What is the standard algorithm for multiplication

The street algorithm

The Strassen algorithm is a recursive algorithm based on the divide-and-conquer principle. This is done in two steps:
  1. The problem is divided into sub-problems of the same size as possible of the same type as the original problem. These sub-problems can be solved independently of one another using the same algorithm.
  2. The solutions to the sub-problems are combined to form a solution to the original problem.
This division is repeated recursively until the sub-problems are trivial and can be solved immediately. The simplest case of matrix multiplication is the multiplication of two 2x2 matrices A, B
Define the auxiliary variables
p1 : = (a11 + a22) * (b11 + b22)
p2 : = (a21 + a22) * b11
p3 : = a11 * (b12 - b22)
p4 : = a22 * (b21 - b11)
p5 : = (a11 + a12) * b22
p6 : = (a21 - a11) * (b11 + b12)
p7 : = (a12 - a22) * (b21 + b22)
then applies to the product
as you can easily confirm by simple recalculation:
c11 = p1 + p4 - p5 + p7
c12 = p3 + p5
c21 = p2 + p4
c22 = p1 + p3 - p2 + p6
This algorithm for matrix multiplication, the Strassen algorithm, requires seven multiplications and 18 additions or subtractions in this case, while the standard algorithm only requires 8 multiplications and 4 additions. In the case of 2x2 matrices, the Strassen algorithm is clearly inferior, but Strassen recognized that the formulas (5.3) and (5.4) remain valid if the aij and bij are matrices themselves. For this general case, the algorithms Am, k, the two matrices of order m2k multiply, defined by induction on k. If n is not an even number, then the last column of C is calculated according to the usual methods and the procedure is applied to the remaining matrices of dimension n-1.

Definition 5.5.2: A.m, 0 be the standard algorithm for matrix multiplication (this requires m3 Multiplications and m2(m-1) additions). Is Am, k already known, then let Am, k + 1 defined as follows:

Let the matrices A and B be of order m2k + 1 are multiplied, then A, B and A.B are divided into blocks

where Ai, j, Bi, j, Ci, j Matrices of the order m2k and computes the auxiliary matrices of order m2k

P.1 : = (A11 + A22) * (B.11 + B22)
P.2 : = (A21 + A22) * B11
P.3 : = A11 * (B.12 - B.22)
P.4 : = A22 * (B.21 + B11)
P.5 : = (A11 + A12) * B22
P.6 : = (A21 - A11) * (B.11 + B12)
P.7 : = (A12 - A22) * (B.21 + B22)

C.11 = P1 + P4 - P5 + P7
C.12 = P3 + P5
C.21 = P2 + P4
C.22 = P1 + P3 - P2 + P6

by using the algorithm A for the multiplicationm, k and uses the usual (element-wise) algorithm for addition and subtraction.
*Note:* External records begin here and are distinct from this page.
package archive_test

import (
	"bytes"
	"database/sql"
	"errors"
	"fmt"
	"math/big"
	mrand "math/rand"
	"os"
	"path/filepath"
	"sort"
	"testing"

	"descent/archive"
	"descent/check"
	"descent/check/kernel"

	"github.com/stretchr/testify/require"
)

// The certificates committed under testdata, each made by 'descent emit'.
const (
	sieve12 = "../testdata/sieve-3n+1-k12.dcert"
	range20 = "../testdata/range-3n+1-k12-to-2^20.dcert" // rests on sieve12
	sieve16 = "../testdata/sieve-5n+1-k16.dcert"
	sieveM1 = "../testdata/sieve-3n-1-k12.dcert"
	rangeM1 = "../testdata/range-3n-1-k12-to-10^5.dcert" // rests on sieveM1
)

// realCheck is a CheckFunc on package check, the real checker, with the
// sieve of a range found by the archive.
func realCheck(s archive.Subject) (archive.Verdict, error) {
	var sieveErr error
	o := check.Options{}
	o.Draw = check.Sample(s.Sample, "")
	o.Sieve = func(named kernel.Hash) (*kernel.Sieve, *kernel.Failure) {
		path, err := s.Sieve(named.String())
		var b []byte
		if err == nil {
			b, err = os.ReadFile(path)
		}
		if err != nil {
			sieveErr = err
			return nil, &kernel.Failure{Class: kernel.ErrUsage, Reason: kernel.ReasonSieveMissing, Msg: err.Error()}
		}
		return check.RangeSieve(bytes.NewReader(b), int64(len(b)), path, named, check.Options{})
	}
	res := check.Check(s.R, s.Size, o)
	if sieveErr != nil {
		return archive.Verdict{}, sieveErr
	}
	if err := res.Err(); err != nil {
		if errors.Is(err, kernel.ErrInvalid) {
			return archive.Verdict{}, fmt.Errorf("%w: %v", archive.ErrInvalid, err)
		}
		return archive.Verdict{}, fmt.Errorf("%w: %v", archive.ErrMalformed, err)
	}
	v := archive.Verdict{Root: res.Root.String(), Kind: "sieve"}
	if h := res.File.Sieve; h != nil {
		v.Map, v.K, v.J = h.Map.String(), h.K, h.J
	} else {
		h := res.File.Range
		v.Kind, v.Map, v.K, v.Lo, v.Hi, v.SieveRoot = "range", h.Map.String(), h.K, h.Lo.String(), h.Hi.String(), h.SieveRoot.String()
	}
	v.Claim = "a " + v.Kind + " claim"
	if a := res.Audit; a != nil {
		v.Audit = fmt.Sprintf("audit of %d of %d blocks", len(a.Drawn), a.Blocks)
	}
	return v, nil
}

func open(t *testing.T, dir string, create bool) *archive.Store {
	t.Helper()
	s, err := archive.Open(dir, archive.Options{Create: create, Check: realCheck})
	require.NoError(t, err)
	t.Cleanup(func() { s.Close() })
	return s
}

func roots(es []archive.Entry) []string {
	var out []string
	for _, e := range es {
		out = append(out, e.Root)
	}
	sort.Strings(out)
	return out
}

// rootOf is the root check finds for a committed certificate.
func rootOf(t *testing.T, path string) string {
	b, err := os.ReadFile(path)
	require.NoError(t, err)
	o := check.Options{}
	if sieve := map[string]string{range20: sieve12, rangeM1: sieveM1}[path]; sieve != "" {
		o.Sieve = func(named kernel.Hash) (*kernel.Sieve, *kernel.Failure) {
			sb, err := os.ReadFile(sieve)
			require.NoError(t, err)
			return check.RangeSieve(bytes.NewReader(sb), int64(len(sb)), sieve, named, check.Options{})
		}
	}
	res := check.Check(bytes.NewReader(b), int64(len(b)), o)
	require.NoError(t, res.Err(), path)
	return res.Root.String()
}

func TestArchiveAddFindVerify(t *testing.T) {
	dir := filepath.Join(t.TempDir(), "a")
	s := open(t, dir, true)
	// The range comes before its sieve: the add checks it once the sieve is.
	added, err := s.Add([]string{range20, sieve12, sieve16})
	require.NoError(t, err)
	require.Len(t, added, 3)
	for _, a := range added {
		require.False(t, a.Already)
		require.Equal(t, rootOf(t, a.File), a.Verdict.Root)
		b, err := os.ReadFile(filepath.Join(dir, filepath.FromSlash(a.Path)))
		require.NoError(t, err)
		src, err := os.ReadFile(a.File)
		require.NoError(t, err)
		require.Equal(t, src, b, "the archive keeps the bytes it was given")
	}

	all, err := s.Find(archive.Query{})
	require.NoError(t, err)
	require.Equal(t, roots(all), roots(sliceOf(added)))

	// [1, 2^20) covers 2^19 and 2^20 - 1, not 2^20; sieves cover nothing.
	for _, c := range []struct {
		q    archive.Query
		want []string
	}{
		{archive.Query{Covers: "524288"}, []string{rootOf(t, range20)}},
		{archive.Query{Covers: "1048575", Map: "3n+1"}, []string{rootOf(t, range20)}},
		{archive.Query{Covers: "1"}, []string{rootOf(t, range20)}},
		{archive.Query{Covers: "1048576"}, nil},
		{archive.Query{Covers: "524288", Map: "5n+1"}, nil},
		{archive.Query{Kind: "sieve"}, []string{rootOf(t, sieve12), rootOf(t, sieve16)}},
		{archive.Query{Kind: "sieve", Map: "5n+1"}, []string{rootOf(t, sieve16)}},
	} {
		es, err := s.Find(c.q)
		require.NoError(t, err)
		want := append([]string(nil), c.want...)
		sort.Strings(want)
		require.Equal(t, want, roots(es), "%+v", c.q)
	}

	sum, err := s.Verify(archive.VerifyOptions{})
	require.NoError(t, err)
	require.Equal(t, 3, sum.Count[archive.OK])
	require.Zero(t, sum.Problems())
}

func sliceOf(as []archive.Added) []archive.Entry {
	var es []archive.Entry
	for _, a := range as {
		es = append(es, archive.Entry{Verdict: a.Verdict})
	}
	return es
}

func TestArchiveSameRootTwiceIsANoOp(t *testing.T) {
	dir := t.TempDir()
	s := open(t, dir, true)
	_, err := s.Add([]string{sieve12})
	require.NoError(t, err)
	obj := filepath.Join(dir, "objects", rootOf(t, sieve12)[:2], rootOf(t, sieve12)+".dcert")
	before, err := os.Stat(obj)
	require.NoError(t, err)

	copyPath := filepath.Join(t.TempDir(), "copy.dcert")
	b, _ := os.ReadFile(sieve12)
	require.NoError(t, os.WriteFile(copyPath, b, 0o644))
	added, err := s.Add([]string{copyPath, sieve12})
	require.NoError(t, err)
	require.True(t, added[0].Already)
	require.Equal(t, copyPath, added[1].SameAs)
	after, err := os.Stat(obj)
	require.NoError(t, err)
	require.Equal(t, before.ModTime(), after.ModTime(), "the stored file is not rewritten")
	es, err := s.Find(archive.Query{})
	require.NoError(t, err)
	require.Len(t, es, 1)
}

// An add with one bad file stores nothing: no file, no entry, no
// temporary left behind.
func TestArchiveRefusesAndStoresNothing(t *testing.T) {
	dir := t.TempDir()
	b, err := os.ReadFile(sieve16)
	require.NoError(t, err)
	bad := filepath.Join(t.TempDir(), "bad.dcert")
	b[len(b)-1] ^= 1 // a code bit of the last chunk: its hash no longer matches
	require.NoError(t, os.WriteFile(bad, b, 0o644))
	notCert := filepath.Join(t.TempDir(), "notes.txt")
	require.NoError(t, os.WriteFile(notCert, []byte("not a certificate\n"), 0o644))

	s := open(t, dir, true)
	_, err = s.Add([]string{sieve12, bad, notCert, rangeM1})
	var refused *archive.RefusedError
	require.ErrorAs(t, err, &refused)
	require.Len(t, refused.Refused, 3)
	require.ErrorIs(t, refused.Refused[0].Err, archive.ErrInvalid)
	require.ErrorIs(t, refused.Refused[1].Err, archive.ErrMalformed)
	var missing *archive.SieveMissingError
	require.ErrorAs(t, refused.Refused[2].Err, &missing)
	require.Equal(t, rootOf(t, sieveM1), missing.Root)

	es, err := s.Find(archive.Query{})
	require.NoError(t, err)
	require.Empty(t, es)
	for _, sub := range []string{"objects", "tmp"} {
		left, err := os.ReadDir(filepath.Join(dir, sub))
		require.NoError(t, err)
		require.Empty(t, left, sub)
	}
}

func TestArchiveVerifyNamesDamagedMissingAndStray(t *testing.T) {
	dir := t.TempDir()
	s := open(t, dir, true)
	_, err := s.Add([]string{sieveM1, rangeM1, sieve16, sieve12})
	require.NoError(t, err)

	damaged := filepath.Join(dir, "objects", rootOf(t, rangeM1)[:2], rootOf(t, rangeM1)+".dcert")
	require.NoError(t, os.Chmod(damaged, 0o644))
	b, err := os.ReadFile(damaged)
	require.NoError(t, err)
	b[len(b)/2] ^= 0x10
	require.NoError(t, os.WriteFile(damaged, b, 0o644))
	require.NoError(t, os.Remove(filepath.Join(dir, "objects", rootOf(t, sieve16)[:2], rootOf(t, sieve16)+".dcert")))
	require.NoError(t, os.WriteFile(filepath.Join(dir, "objects", "notes.txt"), []byte("x"), 0o644))

	got := map[archive.Status][]string{}
	sum, err := s.Verify(archive.VerifyOptions{Report: func(r archive.Result) {
		got[r.Status] = append(got[r.Status], r.Path)
		if r.Status != archive.OK {
			require.Error(t, r.Err)
		}
	}})
	require.NoError(t, err)
	require.Equal(t, 3, sum.Problems())
	require.Equal(t, []string{"objects/" + rootOf(t, rangeM1)[:2] + "/" + rootOf(t, rangeM1) + ".dcert"}, got[archive.Damaged])
	require.Equal(t, []string{"objects/" + rootOf(t, sieve16)[:2] + "/" + rootOf(t, sieve16) + ".dcert"}, got[archive.Missing])
	require.Equal(t, []string{"objects/notes.txt"}, got[archive.Stray])
	require.Len(t, got[archive.OK], 2)

	// Putting a good copy back repairs the entry.
	_, err = s.Add([]string{rangeM1, sieve16})
	require.NoError(t, err)
	require.NoError(t, os.Remove(filepath.Join(dir, "objects", "notes.txt")))
	sum, err = s.Verify(archive.VerifyOptions{})
	require.NoError(t, err)
	require.Zero(t, sum.Problems())
}

// A deleted index: find and add say so; verify re-checks the files and
// says the index is gone; verify -reindex rebuilds it with the same facts.
func TestArchiveIndexLostAndRebuilt(t *testing.T) {
	dir := t.TempDir()
	s := open(t, dir, true)
	_, err := s.Add([]string{sieve12, range20, sieve16})
	require.NoError(t, err)
	before, err := s.Find(archive.Query{})
	require.NoError(t, err)
	require.NoError(t, s.Close())
	require.NoError(t, os.Remove(filepath.Join(dir, "index.db")))

	s = open(t, dir, false)
	_, err = s.Find(archive.Query{})
	require.ErrorIs(t, err, archive.ErrIndex)
	_, err = s.Add([]string{sieve12})
	require.ErrorIs(t, err, archive.ErrIndex)
	sum, err := s.Verify(archive.VerifyOptions{})
	require.NoError(t, err)
	require.ErrorIs(t, sum.IndexErr, archive.ErrIndex)
	require.Equal(t, 3, sum.Count[archive.Unindexed])

	sum, err = s.Verify(archive.VerifyOptions{Reindex: true})
	require.NoError(t, err)
	require.Zero(t, sum.Problems())
	require.Equal(t, 3, sum.Reindexed)
	after, err := s.Find(archive.Query{})
	require.NoError(t, err)
	require.Len(t, after, len(before))
	for i := range before {
		require.Equal(t, before[i].Verdict, after[i].Verdict)
		require.Equal(t, before[i].Path, after[i].Path)
		require.Equal(t, before[i].Size, after[i].Size)
	}

	// A damaged index (garbage bytes) is the same case.
	require.NoError(t, s.Close())
	require.NoError(t, os.WriteFile(filepath.Join(dir, "index.db"), []byte("this is no database, and it is long enough to look like a header of one"), 0o644))
	s = open(t, dir, false)
	_, err = s.Find(archive.Query{})
	require.ErrorIs(t, err, archive.ErrIndex)
	sum, err = s.Verify(archive.VerifyOptions{Reindex: true})
	require.NoError(t, err)
	require.Equal(t, 3, sum.Reindexed)
}

// An add stopped at each point of its writes: the next Open settles it,
// and the archive holds each file whole or not at all. A panic unwinds
// Add, whose deferred cleanup then empties tmp/ and rolls back an open
// transaction; a kill does neither, which the process tests in
// cmd/descent show with the real binary and SIGKILL.
func TestArchiveRecoversAnAddStoppedAtEachPoint(t *testing.T) {
	type stop struct{ point string }
	for _, point := range []string{"staged", "checked", "pending", "renamed", "marking"} {
		t.Run(point, func(t *testing.T) {
			dir := t.TempDir()
			s, err := archive.Open(dir, archive.Options{Create: true, Check: realCheck, Pause: func(p string) {
				if p == point {
					panic(stop{p})
				}
			}})
			require.NoError(t, err)
			func() {
				defer func() { require.Equal(t, stop{point}, recover()) }()
				s.Add([]string{sieve12, range20})
			}()
			s.Close() // what the kernel does for a killed process: the lock goes

			s = open(t, dir, false)
			r := s.Recovered
			switch point {
			case "staged", "checked":
				require.Equal(t, archive.Recovery{}, r)
			case "pending":
				require.Equal(t, archive.Recovery{Undone: 2}, r)
			case "renamed":
				require.Equal(t, archive.Recovery{Completed: 1, Undone: 1}, r)
			case "marking":
				require.Equal(t, archive.Recovery{Completed: 2}, r)
			}
			sum, err := s.Verify(archive.VerifyOptions{})
			require.NoError(t, err)
			require.Zero(t, sum.Problems())
			added, err := s.Add([]string{sieve12, range20})
			require.NoError(t, err)
			require.Len(t, added, 2)
			es, err := s.Find(archive.Query{})
			require.NoError(t, err)
			require.Equal(t, []string{rootOf(t, range20), rootOf(t, sieve12)}, sortedRoots(es))
		})
	}
}

func sortedRoots(es []archive.Entry) []string { return roots(es) }

func TestArchiveOpenRefusesOtherDirectories(t *testing.T) {
	dir := t.TempDir()
	_, err := archive.Open(dir, archive.Options{})
	require.ErrorIs(t, err, archive.ErrNotArchive)
	require.NoError(t, os.WriteFile(filepath.Join(dir, "thesis.tex"), []byte("x"), 0o644))
	_, err = archive.Open(dir, archive.Options{Create: true, Check: realCheck})
	require.ErrorIs(t, err, archive.ErrNotArchive, "a non-empty directory is never made an archive")
	left, err := os.ReadDir(dir)
	require.NoError(t, err)
	require.Len(t, left, 1, "and nothing is written into it")
}

// Audits: verify -sample re-derives some blocks of each range and says so.
func TestArchiveVerifySampled(t *testing.T) {
	dir := t.TempDir()
	s := open(t, dir, true)
	_, err := s.Add([]string{sieve12, range20})
	require.NoError(t, err)
	var audits []string
	_, err = s.Verify(archive.VerifyOptions{Sample: 2, Report: func(r archive.Result) {
		require.Equal(t, archive.OK, r.Status, "%v", r.Err)
		audits = append(audits, r.Verdict.Audit)
	}})
	require.NoError(t, err)
	require.Equal(t, []string{"", "audit of 2 of 64 blocks"}, audits, "the sieve in full, 2 of the 2^20/2^14 blocks of the range")
	es, err := s.Find(archive.Query{Kind: "range"})
	require.NoError(t, err)
	require.Equal(t, "audit of 2 of 64 blocks", es[0].CheckMode)
}

// The index compares bounds by a text key; math/big, as a plain reference,
// must order any two numbers the same way, however many digits they have.
func TestArchiveBoundKeysOrderAsNumbers(t *testing.T) {
	dir := t.TempDir()
	s := open(t, dir, true)
	_, err := s.Add([]string{sieve12, range20})
	require.NoError(t, err)
	rng := mrand.New(mrand.NewSource(7))
	lo, hi := big.NewInt(1), big.NewInt(1<<20)
	for range 300 {
		n := new(big.Int).Rand(rng, new(big.Int).Lsh(big.NewInt(1), uint(rng.Intn(200)+1)))
		n.Add(n, big.NewInt(1))
		es, err := s.Find(archive.Query{Covers: n.String()})
		require.NoError(t, err)
		want := n.Cmp(lo) >= 0 && n.Cmp(hi) < 0
		require.Equal(t, want, len(es) == 1, "covers %s", n)
	}
}

// An index that says something else of a good file is named, and
// rebuilt; a user's sqlite3 session could have done this.
func TestArchiveMisindexed(t *testing.T) {
	dir := t.TempDir()
	s := open(t, dir, true)
	_, err := s.Add([]string{sieve12, range20})
	require.NoError(t, err)
	require.NoError(t, s.Close())

	db, err := sql.Open("sqlite", filepath.Join(dir, "index.db"))
	require.NoError(t, err)
	_, err = db.Exec(`UPDATE certificates SET hi = '2097152', hi_key = printf('%04d:%s', 7, '2097152') WHERE kind = 'range'`)
	require.NoError(t, err)
	require.NoError(t, db.Close())

	s = open(t, dir, false)
	es, err := s.Find(archive.Query{Covers: "2000000"})
	require.NoError(t, err)
	require.Len(t, es, 1, "find answers from the index, as altered")
	var msgs []string
	sum, err := s.Verify(archive.VerifyOptions{Report: func(r archive.Result) {
		if r.Status == archive.Misindexed {
			msgs = append(msgs, r.Err.Error())
		}
	}})
	require.NoError(t, err)
	require.Equal(t, 1, sum.Count[archive.Misindexed])
	require.Equal(t, []string{"the index says hi 2097152 where the file has 1048576"}, msgs)

	_, err = s.Verify(archive.VerifyOptions{Reindex: true})
	require.NoError(t, err)
	es, err = s.Find(archive.Query{Covers: "2000000"})
	require.NoError(t, err)
	require.Empty(t, es)
}
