package archive

import (
	"fmt"
	"io"
	"regexp"
)

// Subject is a certificate handed to a CheckFunc.
type Subject struct {
	Name string      // the file as the user knows it, for messages
	R    io.ReaderAt // the certificate's bytes: the copy the archive stores
	Size int64
	// Sample, if above 0, asks for an audit of that many blocks of a
	// range instead of a full check (what -sample means for check).
	Sample int
	// Sieve finds the file of a sieve certificate by its root, for a
	// range that rests on one; it returns a *SieveMissingError if the
	// archive (or the files being added with it) has none.
	Sieve func(root string) (path string, err error)
}

// CheckFunc checks one certificate and says what it proves. Its error
// wraps ErrInvalid for a certificate that is wrong, ErrMalformed for a
// file that is no certificate the archive takes (or cannot be read), and
// is a *SieveMissingError when Sieve found nothing.
type CheckFunc func(Subject) (Verdict, error)

// Verdict is what a check established about a certificate.
type Verdict struct {
	Root      string // 64 lowercase hex digits
	Kind      string // "sieve" or "range"
	Map       string // "3n+1"
	K, J      int    // 0 where they do not apply (J: sieves only)
	Lo, Hi    string // a range's [Lo, Hi) in decimal; "" for a sieve
	SieveRoot string // the sieve a range rests on; "" for a sieve
	Claim     string // the claim in one line
	// Audit is "" for a full check, and otherwise says what was checked
	// ("audit of 4 of 256 blocks, seed ...").
	Audit string
}

// SieveMissingError: a range rests on a sieve the lookup cannot find.
type SieveMissingError struct{ Root string }

func (e *SieveMissingError) Error() string {
	return fmt.Sprintf("it rests on the sieve certificate %s, which is not in the archive", e.Root)
}

var (
	hexRoot  = regexp.MustCompile(`^[0-9a-f]{64}$`)
	decimal  = regexp.MustCompile(`^[1-9][0-9]*$`)
	kindName = regexp.MustCompile(`^[a-z]+$`)
)

// IsRoot reports whether s is a root as the archive files it.
func IsRoot(s string) bool { return hexRoot.MatchString(s) }

// Kinds are the kinds of certificate an archive holds.
var Kinds = []string{"sieve", "range"}

func knownKind(k string) bool {
	for _, x := range Kinds {
		if x == k {
			return true
		}
	}
	return false
}

// sane rejects a verdict the index could not hold faithfully: a broken
// CheckFunc must not write nonsense into the index.
func (v *Verdict) sane() error {
	switch {
	case !IsRoot(v.Root):
		return fmt.Errorf("the checker gave the root %q", v.Root)
	case !kindName.MatchString(v.Kind) || !knownKind(v.Kind):
		return fmt.Errorf("the checker gave the kind %q, not one of %v", v.Kind, Kinds)
	case v.Map == "" || v.Claim == "":
		return fmt.Errorf("the checker gave no map or no claim")
	case (v.Lo == "") != (v.Hi == ""):
		return fmt.Errorf("the checker gave one bound of a range without the other")
	case v.Lo != "" && (!decimal.MatchString(v.Lo) || !decimal.MatchString(v.Hi) || numKey(v.Lo) >= numKey(v.Hi)):
		return fmt.Errorf("the checker gave the bounds [%s, %s)", v.Lo, v.Hi)
	case v.SieveRoot != "" && !IsRoot(v.SieveRoot):
		return fmt.Errorf("the checker gave the sieve root %q", v.SieveRoot)
	}
	return nil
}

// numKey writes a positive decimal so that keys compare as the numbers
// do: its length in four digits (a natural has at most 255 bytes, 615
// digits), a colon, the digits. SQL writes the same key as
// printf('%04d:%s', length(n), n).
func numKey(dec string) string { return fmt.Sprintf("%04d:%s", len(dec), dec) }

// bounds is how a verdict's numbers are written in messages.
func (v *Verdict) bounds() string {
	switch {
	case v.Lo != "":
		return fmt.Sprintf("[%s, %s)", v.Lo, v.Hi)
	case v.J != 0:
		return fmt.Sprintf("k = %d, j = %d", v.K, v.J)
	}
	return fmt.Sprintf("k = %d", v.K)
}

// Describe is the verdict in a few words: kind, map and bounds.
func (v *Verdict) Describe() string { return v.Kind + " " + v.Map + " " + v.bounds() }
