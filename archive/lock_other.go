//go:build !unix

package archive

import "os"

// lockDir opens the lock file without locking it: this system has no
// flock, so two processes must not use one archive at once.
func lockDir(path string, waiting func()) (*os.File, error) {
	return os.OpenFile(path, os.O_RDWR|os.O_CREATE, 0o644)
}

func unlockDir(f *os.File) { f.Close() }
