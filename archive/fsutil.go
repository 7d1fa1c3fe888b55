package archive

import (
	"os"
	"path/filepath"
)

// syncDir makes a rename or a new file in dir durable: without it a crash
// can forget the directory entry even though the file's bytes are synced.
func syncDir(dir string) error {
	d, err := os.Open(dir)
	if err != nil {
		return err
	}
	defer d.Close()
	return d.Sync()
}

func syncFile(path string) error {
	f, err := os.OpenFile(path, os.O_RDWR, 0)
	if err != nil {
		return err
	}
	defer f.Close()
	return f.Sync()
}

// writeFileAtomic writes dir/name through a synced temporary file and a
// rename, so that dir/name is either absent, the old file, or all of data.
func writeFileAtomic(dir, name string, data []byte, perm os.FileMode) error {
	f, err := os.CreateTemp(dir, "."+name+".partial-*")
	if err != nil {
		return err
	}
	ok := false
	defer func() {
		if !ok {
			f.Close()
			os.Remove(f.Name())
		}
	}()
	if _, err := f.Write(data); err != nil {
		return err
	}
	if err := f.Chmod(perm); err != nil {
		return err
	}
	if err := f.Sync(); err != nil {
		return err
	}
	if err := f.Close(); err != nil {
		return err
	}
	if err := os.Rename(f.Name(), filepath.Join(dir, name)); err != nil {
		return err
	}
	ok = true
	return syncDir(dir)
}
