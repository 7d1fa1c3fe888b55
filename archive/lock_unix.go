//go:build unix

package archive

import (
	"errors"
	"os"
	"syscall"
)

// lockDir takes an exclusive lock on the file at path, waiting for it if
// another process holds it (and calling waiting first). The kernel drops
// the lock when the process dies, so a killed descent leaves none behind.
func lockDir(path string, waiting func()) (*os.File, error) {
	f, err := os.OpenFile(path, os.O_RDWR|os.O_CREATE, 0o644)
	if err != nil {
		return nil, err
	}
	err = flock(f, syscall.LOCK_EX|syscall.LOCK_NB)
	if errors.Is(err, syscall.EWOULDBLOCK) {
		if waiting != nil {
			waiting()
		}
		err = flock(f, syscall.LOCK_EX)
	}
	if err != nil {
		f.Close()
		return nil, err
	}
	return f, nil
}

func flock(f *os.File, how int) error {
	for {
		err := syscall.Flock(int(f.Fd()), how)
		if !errors.Is(err, syscall.EINTR) {
			return err
		}
	}
}

func unlockDir(f *os.File) {
	syscall.Flock(int(f.Fd()), syscall.LOCK_UN)
	f.Close()
}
The matrices P1, P2, ..., P7 can all be calculated at the same time. This also applies to the matrices C.11, ..., C22, although their computational effort compared with that for the auxiliary matrices P1, P2, ..., P7 is relatively small, so that the parallel calculation is often not worthwhile. The Strassen algorithm is definitely well suited for use on parallel computers.

Here is an implementation of the Strassen algorithm in C. It is neither efficient, nor pretty, nor is it guaranteed to be bug free. In addition, it does not release allocated memory again. However, it should demonstrate how and that the algorithm works.

Complexity of the street algorithm

The Strassen algorithm enables the calculation of the product of two matrices of order n = 2k with 7k Multiplications and less than 6.7k Additions and subtractions, more precisely:
Kmult(n) = nlog27 Multiplications and
Kadd(n) = 6 (nlog27 - nlog24) Additions / subtractions
This algorithm has an asymptotic complexity O (nlog27), which is significantly lower than that of the standard algorithm. For matrices with general order (not necessarily n = 2k) the following applies:

Theorem 5.5.1: The product of two square matrices of order n can be calculated using the Strassen algorithm with less than 28.nlog27 arithmetic operations are calculated.

Software for the street algorithm

Developing efficient programs from the basic concept of the Strassen algorithm is not an easy task. The Strassen algorithm was therefore only considered a theoretically interesting example for reducing complexity in matrix multiplication for a long time. However, there have recently been very efficient implementations for single-processor computers and parallel computers by C. C. Douglas, M. Heroux, G. Slishman and R. M. Smith. Implementations of the Strassen algorithm have also already been included in the software libraries of computer manufacturers (e.g. and in the ESSL library).

The "limit dimension" nmin, from which a Strassen implementation requires less computing time than the corresponding BLAS-3 program or, on most computers, lies between 32 and 256. With larger matrices, there is a significant reduction in the required floating point operations and a corresponding reduction in computing time.